"Até o Natal de 1938, quando Bispo extrapolou o senso comum, suas epifanias passavam despercebidas. Ele levava uma vida prosaica e só se excedia nas manifestações de humildade. Um dia, ao ver o Dr. Humberto na sala, cigarro aceso, sem cinzeiro por perto, juntou as duas mãos grossas em forma de concha e não hesitou:
- Pode jogar as cinzas.
- Não Bispo, pega o cinzeiro ali para mim, por favor - retrucou Humberto, desconcertado.
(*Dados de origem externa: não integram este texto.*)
import { listed, plural, shown } from './plain.ts';

/** A result as `STATEMENT` puts it into words; numbers are rounded already. */
export interface StatedResult {
  readonly name: string;
  readonly value: string;
  /** Standard uncertainty with its unit, or null when none can be stated. */
  readonly standardUncertainty: string | null;
  readonly interval: { readonly low: string; readonly high: string; readonly unit: string } | null;
  /** In percent. */
  readonly probability: number;
  readonly factor: number;
  readonly distribution: 'normal' | 't';
  readonly degreesOfFreedom: number;
  readonly readings: number;
  readonly law: string;
  readonly method: string;
  readonly setAside: number;
}

/** What a statement says. */
export const statementWords = {
  sentence: (result: StatedResult): string => {
    const { name, value, standardUncertainty } = result;
    const uncertainty =
      standardUncertainty === null
        ? ''
        : ` with standard uncertainty ${standardUncertainty}; ${coverageOf(result)}`;
    return `${name} = ${value}${uncertainty}; ${originOf(result)}.`;
  },
  noUncertainty: (result: StatedResult, reason: 'few' | 'exact' | 'beyond'): string => {
    const because = {
      few: `${plural(result.readings, 'reading')} leave no scatter to judge by`,
      exact: 'the readings show no scatter',
      beyond: 'it is beyond the range of numbers in these units',
    };
    return `${result.name} = ${result.value}, for which no uncertainty can be stated, because ${because[reason]}; ${originOf(result)}.`;
  },
  brackets: (name: string, value: string): string => `${name} = ${value}`,
  bracketsAlone: (name: string, value: string): string => `${name} = ${value} (no uncertainty can be stated)`,
  line: (plot: string, against: string): string => `by a straight line of ${plot} against ${against}`,
  direct: (response: string): string => `by least squares in the units of ${response}`,
  trial: (response: string, trials: readonly string[]): string =>
    `by least squares in the units of ${response}, ${listed(trials)} included`,
  equalWeights: (): string => 'with equal weights',
  equalScatter: (response: string): string => `weighted for the same scatter in ${response} everywhere`,
  proportionalScatter: (response: string): string => `weighted for scatter in proportion to ${response}`,
  stated: (response: string): string => `weighted by the stated uncertainties of ${response}`,
  statedBoth: (response: string, predictor: string): string =>
    `with the stated uncertainties of ${response} and ${predictor}`,
  held: (): string => 'with the intercept held at the value of the known constants',
  known: (items: readonly string[]): string => `with ${listed(items)} given`,
  knownItem: (name: string, value: number, standardUncertainty: number): string =>
    standardUncertainty > 0
      ? `${name} = ${shown(value)} ± ${shown(standardUncertainty)}`
      : `${name} = ${shown(value)}`,
  simulated: (): string => 'interval by simulation (JCGM 101:2008)',
};

function coverageOf({ interval, probability, factor, distribution, degreesOfFreedom }: StatedResult): string {
  const level = `${shown(Number(probability.toPrecision(6)))} %`;
  if (interval === null) return `there is no ${level} coverage interval with both ends`;
  const { low, high, unit } = interval;
  const source =
    distribution === 'normal'
      ? `normal distribution, coverage factor ${factor.toFixed(2)}`
      : `Student's t with ${plural(degreesOfFreedom, 'degree')} of freedom, coverage factor ${factor.toFixed(2)}`;
  return `the ${level} coverage interval is ${low} to ${high}${unit} (${source})`;
}

function originOf({ readings, law, method, setAside }: StatedResult): string {
  const aside = setAside === 0 ? '' : `; ${plural(setAside, 'reading')} set aside`;
  return `from ${plural(readings, 'reading')} with ${law}, ${method}${aside}`;
}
- Pode jogar, minha mão é o seu cinzeiro - insistiu Bispo, de vigília, até o fim do cigarro" (p.49).
"[Bispo] defendia a família [que o abrigava] com zelo de patriarca. Sentava ao pé da cama de Belinha, olho esbugalhado, sem fresta ao cansaço. Ali permanecia até alta madrugada, se necessário, corpo em vigília.
Belinha estava grávida, ele a protegia. Quando ela deu à luz a menina Margareth, certa noite uma passagem causou espanto. A mãe entrou no quarto do bebê e encontrou Bispo ao lado do berço, assustado, às voltas com assombrações.
- O que foi, Bispo?
- Acabei de ver o seu pai aqui, ele veio ver a neta.
Belinha sorriu, afinal, seu pai estava morto. De qualquer forma, perguntou pelo fantasma. Bispo descreveu-o em detalhes, feições, medidas, sem nunca tê-lo visto, sequer em fotografia. Ao final, elogiou o terno azul-marinho que ele vestia.
A mulher de Humberto arrepiou-se. Seu pai havia sido enterrado com esta roupa e, em vida, era o seu traje predileto. Na dúvida, Belinha remexeu o armário do quarto à procura de fotos antigas, já que não tinha o hábito de expor recordações em porta-retratos (...). Ao encontrar um antigo retrato do pai, cercado por colegas da juventude, perguntou:
- Qual deles esteve aqui?
- Este - respondeu Bispo, certeiro.
Sem hesitar, pôs o dedo no rosto do pai de Belinha, o da imagem " (p.55).
(In: Arthur Bispo do Rosário - O senhor do labirinto. Luciana Hidalgo. Rio de Janeiro: Rocco, 2011 [1996]).